那里有一些额外的 SQL。你真正在做的是:
那么发生了什么?
当您将 Table_1 的每一行读取为 T1 时,引擎会评估子选择,以决定 T1 中的行是否应包含在结果集中。
在第一行,T1.A 为 1,则 T1.A = 3 为 FALSE,T1.A = 4 为 FALSE,因此子选择失败。该行不包含在结果集中。
A = 2 时相同。不包括 A = 2 的行。
但对于接下来的两行(3 和 4 的 T1.A),
OR
的至少一侧计算结果为TRUE
并且子选择成功。所以这两行都包含在内。当 T1.A 达到 5 时,对于表的其余部分,子选择将失败。
Wow, cool.
You have a little extra SQL in there. What you're really doing is:
So what's happening?
As you read each row of Table_1 as T1, the engine evaluates the sub-select in order to decide whether the row from T1 should be included in the result set.
On the first row, where T1.A is 1, then T1.A = 3 is
FALSE
and T1.A = 4 isFALSE
, so the sub-select fails.
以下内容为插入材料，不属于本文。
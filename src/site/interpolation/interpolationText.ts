import { ORDER } from '../../tables/neededStep.ts';
import type { MethodText } from '../methods/section.ts';

/** How to interpolate, and what the stated errors mean. */
export const INTERPOLATION_TEXT: readonly MethodText[] = [
  {
    id: 'linear',
    title: 'With two rows: linear',
    body: String.raw`
Between the rows $z_i$ and $z_{i+1}$, the value $f$ of a column is taken from the straight line through both cells:

$$f(z) \approx f_i + \frac{z - z_i}{z_{i+1} - z_i} \left( f_{i+1} - f_i \right).$$

The error is about $h^2 f''/8$ in the middle of an interval of width $h$: half the step makes it ${2 ** ORDER.linear}
times smaller.`,
  },
  {
    id: 'lagrange',
    title: 'With four rows: Lagrange',
    body: String.raw`
The polynomial of third degree through the four rows nearest around the interval, two on either side, in the form of
Lagrange:

$$f(z) \approx \sum_{j=i-1}^{i+2} f_j \prod_{k \neq j} \frac{z - z_k}{z_j - z_k},$$

where $k$ runs over the same four rows. The steps need not be equal. In the first and last interval of a table take the
first or last four rows. The error is about $3 h^4 f''''/128$ where the steps are equal, and up to twice that in the
first and last interval: half the step makes it ${2 ** ORDER.lagrange} times smaller.`,
  },
  {
    id: 'stated',
    title: 'What is stated',
    body: `
For every column of every table we state the largest relative error of either method between any two of its rows. It
is found by comparing the interpolated values with the model itself at many redshifts in each interval, not from the
laws above, and what the rounding of the cells can add is counted in. The figures have two digits, rounded up: the
largest error is never above them, and at most about a tenth below. They stand in the colophon of each table and in a
file beside that of the table, with the ending .interpolation.csv, which has a line for each column: its id, the
largest relative error of the linear method and the redshift where it is, the same for four rows, and the largest
absolute errors of both in the unit of the column.

- *Relative* means over the true value. Distances and other columns that start from zero in proportion to $z$ are
  compared with themselves all the way down to $z = 0$.
- *Zeros.* In an interval where a column changes sign, as [$q$](q) does, or grows from zero faster than in proportion,
  as [$V_C$](V_C_Gpc3) does, the error over the value has no bound. There it is compared with the largest value in the
  interval.
- *Left out* are intervals with a blank at one end, and in closed space those across the antipode, for columns made of
  [$D_M$](D_M_Mpc), which have a kink there. Four rows are never taken across a blank.`,
  },
  {
    id: 'advice',
    title: 'Better than interpolating a steep column',
    body: `
A column that is a formula of another is best computed from it: the [distance modulus](mu_mag) from $D_L$, volumes and
angular scales from $D_M$, critical densities from $E$. Near $z = 0$ interpolate $V_C/z^3$ instead of $V_C$, and for
the modulus $D_L/z$.`,
  },
];
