import tailwind from '@tailwindcss/vite';
import react from '@vitejs/plugin-react';
import { defineConfig } from 'vitest/config';

const api = `http://127.0.0.1:${process.env.ORIEL_PORT ?? '4400'}`;

function inPackages(names: string[]): RegExp {
  // What pages itself through long lists, or asks many questions at once, is no part of a guest's sheet.
  return new RegExp(
    `node_modules/(?!@tanstack/[\\w-]+/build/modern/(?:useInfinite|infinite|useQueries|queriesObserver))(${names.join('|')}|@tanstack/(react-query|query-core)|use-sync-external-store|thumbhash)/`,
  );
}

const STUDIO_PARTS =
  /web\/src\/(?:ui|lib)\/(changed-meanwhile|more-button|search-field|bytes|data-table|step-bar|studio-shell|checkbox|select|field|text-input|confirm-dialog|progress-bar|dialog|justified-rows)/;

function isGuestPart(id: string): boolean {
  return (
    /web\/src\/(ui|lib|messages|features\/(sheets-guest|marks))\/(?!\w*-?beyond-sheet)[\w-]+\.(tsx?|json)$/.test(id) &&
    !STUDIO_PARTS.test(id)
  );
}

/**
 * One configuration for two tools: Vite builds web/ into dist/web, Vitest runs tests/ from the top of the tree.
 * Tests that draw pages ask for a document in their first line: `@vitest-environment happy-dom`.
 */
export default defineConfig({
  root: process.env.VITEST ? '.' : 'web',
  plugins: [react(), tailwind()],
  build: {
    outDir: process.env.VITEST ? 'dist/web' : '../dist/web',
    emptyOutDir: true,
    target: 'es2022',
    manifest: true,
    // Pictures and fonts stay files: the page's content policy allows no data: address for scripts or fonts.
    assetsInlineLimit: 0,
    // Two pieces that every guest's page needs, instead of forty that each begin their compression anew; what only the
    // studio uses stays with its pages.
    rolldownOptions: {
      output: {
        codeSplitting: {
          groups: [
            {
              name: 'base',
              test: inPackages(['react', 'react-dom', 'scheduler', 'react-router', 'react-router-dom', 'i18next', 'react-i18next']),
            },
            { name: 'sheet', test: isGuestPart },
          ],
        },
      },
    },
  },
  server: {
    host: '127.0.0.1',
    proxy: { '/api': api, '/pictures': api },
  },
  test: {
    testTimeout: 30_000,
    hookTimeout: 90_000,
    // Of two cores the default would leave one idle: most files wait for a database, a browser or a child at least half the time.
    maxWorkers: '100%',
    projects: [
      {
        extends: true,
        test: { name: 'pure', include: ['tests/{domain,imaging,web}/**/*.test.{ts,tsx}'] },
      },
      {
        extends: true,
        test: {
          name: 'house',
          include: ['tests/**/*.test.ts'],
          exclude: ['tests/{domain,imaging,web,browser}/**'],
          globalSetup: ['tests/support/cluster.ts'],
        },
      },
      {
        extends: true,
        test: {
          name: 'browser',
          include: ['tests/browser/**/*.test.ts'],
          globalSetup: ['tests/support/cluster.ts', 'tests/browser/build-web.ts'],
          testTimeout: 120_000,
          // On a busy machine a browser may miss a deadline once; a fault fails twice. What was repeated is shown.
          retry: 1,
        },
      },
    ],
  },
});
That row is not included in the result set.Same when A = 2. The row with A = 2 is not included.
But for the next two rows (T1.A of 3 and 4) at least one side of the
OR
evaluates toTRUE
and the sub-select succeeds. So those two rows are included.When you hit T1.A of 5, and for the rest of the table, the sub-select fails.